Food Allergy, Sensitivity or Intolerance? The differences are CRITICAL to know...

Understanding the differences in these reactions is CRITICAL in figuring out how your Diet is related to your Inflammatory and Digestive Issues...


The terms food allergies, food intolerance and food sensitivity are often thrown around synonymously in dietary discussions these days, without much understanding of what they actually mean and the differences between them. A food intolerance, is when the digestive system is unable to digest a food properly, which can then lead to symptoms relating to this maldigestion issue. Lactose intolerance is the most common example. When someone is lactose intolerant, they lack enough of the enzyme lactase which is responsible for breaking down lactose (milk sugar) for absorption in the small intestine. Normally all sugars are digested and absorbed in the small intestine. In this example, the sugar molecule (lactose) passes through the small intestine into the large intestine undigested and in "full sugar" molecular form. The large intestine is filled with yeast and bacteria (microflora). What happens to sugar (lactose) when it gets exposed to yeast in a warm moist environment? Almost instant fermentation which creates a gas and fluid production in the large intestine. This will ultimately lead to cramping, pain, gas, bloating and loose bowel movements. These are the common symptoms of a lactose intolerant reaction. The key point to understand here is that the symptoms of the intolerance (gas, bloating, loose bowels) were caused by a food product (lactose) getting somewhere where it wasn't supposed to be undigested (large bowel) and it reacted with the microflora in the bowel and caused symptoms. At no point did the Immune system ever attack the lactose.
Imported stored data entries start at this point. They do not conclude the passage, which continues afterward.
@dataclass(frozen=True)
class AlignmentMatch:
    """The standard alignment closest to a set of sections, from :func:`nearest_alignment`.

    Attributes
    ----------
    alignment : str
        One of ``ALIGNMENTS``.
    order : int
        Filter order.
    corner_scale : float
        Corner frequency of the match divided by the corner the sections were normalised to.
    distance : float
        RMS of the log-f0 residuals (natural log) and the relative Q errors; 0 is exact.
    bessel_norm : str or None
        The Bessel normalisation, for a Bessel match.
    ripple_db : float or None
        The passband ripple in dB, for a Chebyshev match.
    """

    alignment: str
    order: int
    corner_scale: float
    distance: float
    bessel_norm: str | None = None
    ripple_db: float | None = None

    @property
    def description(self) -> str:
        """Plain-words summary, e.g. "Butterworth, 4th order, corner 1.02 x"."""
        if self.alignment == "bessel":
            name = f"Bessel ({self.bessel_norm} norm)"
        elif self.alignment == "chebyshev":
            name = f"Chebyshev {self.ripple_db:.2f} dB ripple"
        else:
            name = self.alignment.title()
        return f"{name}, {_ordinal(self.order)} order, corner {self.corner_scale:.2f} x"


def _ordinal(n: int) -> str:
    suffix = {1: "st", 2: "nd", 3: "rd"}.get(n if n < 20 else n % 10, "th")
    return f"{n}{suffix}"


def _check_request(alignment: str, order: int, ripple_db: float | None, bessel_norm: str) -> int:
    if alignment not in ALIGNMENTS:
        raise ValueError(f"alignment must be one of {', '.join(ALIGNMENTS)} (got {alignment!r})")
    if isinstance(order, bool):
        raise TypeError(f"order must be an integer (got {order!r})")
    order = operator.index(order)
    if not 1 <= order <= MAX_ORDER:
        raise ValueError(f"order must be 1 <= order <= {MAX_ORDER} (got {order})")
    if alignment == "linkwitz-riley" and order not in LINKWITZ_RILEY_ORDERS:
        raise ValueError(f"linkwitz-riley order must be 2, 4 or 8 (got {order})")
    if bessel_norm not in BESSEL_NORMS:
        raise ValueError(
            f"bessel_norm must be one of {', '.join(BESSEL_NORMS)} (got {bessel_norm!r})"
        )
    if alignment == "chebyshev":
        if ripple_db is None:
            raise ValueError("ripple_db is required for chebyshev (passband ripple in dB, > 0)")
        if not (math.isfinite(ripple_db) and ripple_db > 0.0):
            raise ValueError(f"ripple_db must be finite and > 0 dB (got {ripple_db!r})")
    elif ripple_db is not None:
        raise ValueError(
            f"ripple_db applies only to chebyshev, not {alignment} (got {ripple_db!r})"
        )
    return order


def _butterworth_poles(order: int) -> np.ndarray:
    k = np.arange(order)
    return np.exp(1j * np.pi * (2 * k + order + 1) / (2 * order))


def _chebyshev_poles(order: int, ripple_db: float) -> np.ndarray:
    epsilon = math.sqrt(10.0 ** (ripple_db / 10.0) - 1.0)
    mu = math.asinh(1.0 / epsilon) / order
    theta = np.pi * (2 * np.arange(1, order + 1) - 1) / (2 * order)
    return -math.sinh(mu) * np.sin(theta) + 1j * math.cosh(mu) * np.cos(theta)


def _bessel_poles(order: int, norm: str) -> np.ndarray:
    # Reverse Bessel polynomial, ascending powers: a_k = (2n-k)! / (2**(n-k) k! (n-k)!).
    coeffs = [
        math.factorial(2 * order - k)
        // (2 ** (order - k) * math.factorial(k) * math.factorial(order - k))
        for k in range(order + 1)
    ]
    poles = np.roots(coeffs[::-1])  # group delay 1 s at DC ("delay" norm)
    if norm == "phase":
        return poles / coeffs[0] ** (1.0 / order)
    if norm == "mag":
        return poles / _minus_3db_frequency(poles)
    return poles


def _minus_3db_frequency(poles: np.ndarray) -> float:
    """Frequency (rad/s) where the all-pole, unity-DC-gain response is 1/sqrt(2)."""

    def excess(w: float) -> float:
        return float(np.sum(np.log(np.abs(1j * w - poles) / np.abs(poles))) - 0.5 * math.log(2))

    return float(brentq(excess, 1e-6, 10.0 * float(np.max(np.abs(poles))), xtol=1e-15))


def prototype_poles(
    alignment: str, order: int, *, ripple_db: float | None = None, bessel_norm: str = "mag"
) -> np.ndarray:
    """Poles (rad/s, corner at 1 rad/s) of a normalised low-pass prototype.

    Parameters and raised errors are those of :func:`sections`.

    Returns
    -------
    numpy.ndarray
        Complex poles, all in the left half plane. A Linkwitz-Riley filter of order 2n has
        each Butterworth-n pole twice.
    """
    order = _check_request(alignment, order, ripple_db, bessel_norm)
    if alignment == "butterworth":
        return _butterworth_poles(order)
    if alignment == "linkwitz-riley":
        return np.repeat(_butterworth_poles(order // 2), 2)
    if alignment == "chebyshev":
        assert ripple_db is not None  # checked above
        return _chebyshev_poles(order, ripple_db)
    return _bessel_poles(order, bessel_norm)


def sections(
    alignment: str, order: int, *, ripple_db: float | None = None, bessel_norm: str = "mag"
) -> tuple[Section, ...]:
    """The (f0 ratio, Q) sections of a normalised low-pass alignment.

    Parameters
    ----------
    alignment : str
        One of ``ALIGNMENTS``: "butterworth", "bessel", "chebyshev", "linkwitz-riley".
    order : int
        Filter order, 1 to 10; 2, 4 or 8 for "linkwitz-riley".
    ripple_db : float, optional
        Passband ripple in dB, > 0; required for "chebyshev" and refused for the others.
    bessel_norm : {"mag", "phase", "delay"}, default "mag"
        Bessel normalisation (see the module description); ignored by other alignments.

    Returns
    -------
    tuple of Section
        The first-order section (odd orders; exactly one) first, then second-order sections
        by ascending Q. Each has unity DC gain; see :func:`dc_gain`.

    Raises
    ------
    ValueError
        Naming the parameter, rule and value: unknown alignment, order outside 1..10, a
        Linkwitz-Riley order other than 2, 4, 8, missing or non-positive ripple, ripple for
        an alignment other than Chebyshev, unknown Bessel norm.
    TypeError
        If `order` is not an integer.

    References
    ----------
    scipy.signal.buttap, besselap, cheb1ap (same normalisations). Williams & Taylor,
    Electronic Filter Design Handbook (stage tables). Linkwitz, JAES 24(1), 1976.

    Examples
    --------
    >>> [round(s.q, 4) for s in sections("butterworth", 4)]
    [0.5412, 1.3066]
    >>> sections("linkwitz-riley", 2)
    (Section(order=2, f0_ratio=1.0, q=0.5),)
    """
    poles = prototype_poles(alignment, order, ripple_db=ripple_db, bessel_norm=bessel_norm)
    return sections_from_poles(poles)


def dc_gain(alignment: str, order: int, *, ripple_db: float | None = None) -> float:
    """DC gain of the prototype whose passband peak is 0 dB (scipy.signal's convention).

    Parameters
    ----------
    alignment, order, ripple_db
        As for :func:`sections`.

    Returns
    -------
    float
        ``10 ** (-ripple_db / 20)`` for an even-order Chebyshev filter, else 1.0. Multiply
        the unity-DC-gain cascade of :func:`sections` by it to keep the passband at or
        below 0 dB.

    Raises
    ------
    ValueError, TypeError
        As for :func:`sections`.
    """
    order = _check_request(alignment, order, ripple_db, "mag")
    if alignment == "chebyshev" and order % 2 == 0:
        assert ripple_db is not None  # checked above
        return 10.0 ** (-ripple_db / 20.0)
    return 1.0


def sections_from_poles(poles: np.ndarray) -> tuple[Section, ...]:
    """Group analog poles into first- and second-order sections.

    Complex poles form second-order sections with their conjugates. Real poles are paired,
    nearest in magnitude first, into second-order sections of Q <= 0.5; an odd count leaves
    the smallest-magnitude real pole as the one first-order section.

    Parameters
    ----------
    poles : array_like of complex
        Poles in rad/s (normalised, corner at 1 rad/s), strictly in the left half plane.
        A pole whose imaginary part is below 1e-9 of its magnitude counts as real.

    Returns
    -------
    tuple of Section
        First-order section first, then second-order sections by ascending Q (ties by
        ascending f0 ratio).

    Raises
    ------
    ValueError
        If there are no poles, a pole is not finite or not in the left half plane, or the
        complex poles do not come in conjugate pairs (within 1e-6 relative).

    Examples
    --------
    >>> sections_from_poles(np.array([-1.0, -1.0]))
    (Section(order=2, f0_ratio=1.0, q=0.5),)
    """
    p = np.atleast_1d(np.asarray(poles, dtype=complex)).ravel()
    if p.size == 0:
        raise ValueError("poles must hold at least one pole (got none)")
    if not np.all(np.isfinite(p)) or not np.all(p.real < 0.0):
        raise ValueError(f"poles must be finite with negative real part (got {p.tolist()})")
    is_real = np.abs(p.imag) <= _REAL_TOL * np.abs(p)
    real = np.sort(-p[is_real].real)
    upper = _sorted_complex(p[~is_real & (p.imag > 0)])
    lower = _sorted_complex(np.conj(p[~is_real & (p.imag < 0)]))
    if upper.size != lower.size or not np.all(np.abs(upper - lower) <= _PAIR_TOL * np.abs(upper)):
        raise ValueError(f"complex poles must come in conjugate pairs (got {p.tolist()})")
    first: list[Section] = []
    if real.size % 2 == 1:
        first.append(Section(1, float(real[0])))
        real = real[1:]
    second = [_pair_section(float(a), float(b)) for a, b in zip(real[::2], real[1::2], strict=True)]
    for pole in upper:
        w0 = float(abs(pole))
        second.append(Section(2, w0, w0 / (-2.0 * float(pole.real))))
    second.sort(key=lambda s: (s.q, s.f0_ratio))
    return tuple(first + second)


def _sorted_complex(values: np.ndarray) -> np.ndarray:
    return values[np.lexsort((values.imag, values.real))]


def _pair_section(a: float, b: float) -> Section:
    """Second-order section with real poles -a and -b: (s + a)(s + b)."""
    w0 = math.sqrt(a * b)
    return Section(2, w0, w0 / (a + b))


def _poles_of(given: Sequence[Section]) -> np.ndarray:
    poles: list[complex] = []
    for s in given:
        if s.order == 1:
            poles.append(-s.f0_ratio)
        else:
            poles.extend(np.roots([1.0, s.f0_ratio / s.q, s.f0_ratio**2]).tolist())
    return np.array(poles, dtype=complex)


def _fit(given: Sequence[Section], candidate: Sequence[Section]) -> tuple[float, float]:
    """(corner scale, distance) of `given` against `candidate`, both in canonical order."""
    log_error = np.array(
        [math.log(g.f0_ratio / c.f0_ratio) for g, c in zip(given, candidate, strict=True)]
    )
    log_scale = float(np.mean(log_error))
    q_error = [(g.q - c.q) / c.q for g, c in zip(given, candidate, strict=True) if c.order == 2]
    errors = np.concatenate([log_error - log_scale, np.array(q_error)])
    return math.exp(log_scale), float(np.sqrt(np.mean(errors**2)))


def _canonical(given: Sequence[Section]) -> tuple[Section, ...]:
    order = sum(s.order for s in given)
    firsts = sum(1 for s in given if s.order == 1)
    if firsts == order % 2:
        ones = [s for s in given if s.order == 1]
        twos = sorted((s for s in given if s.order == 2), key=lambda s: (s.q, s.f0_ratio))
        return tuple(ones + twos)
    return sections_from_poles(_poles_of(given))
A food allergy, implies the immune system is reacting to and attacking the foods and causing symptoms through this immunological attack. This is a critical point to understand in order to begin to decipher your true food reactions. A food allergy can affect the digestive tract but it can also affect you anywhere in your body where the immune system is present. The main differences between Food allergy reactions and Food intolerant reactions are outlined in the chart below. Food Intolerance's

  • Cause symptoms by improper digestion of a food

  • Symptoms are usually localized to the digestive tract

  • Symptoms often occur shortly after eating the intolerant food (Minutes to hours)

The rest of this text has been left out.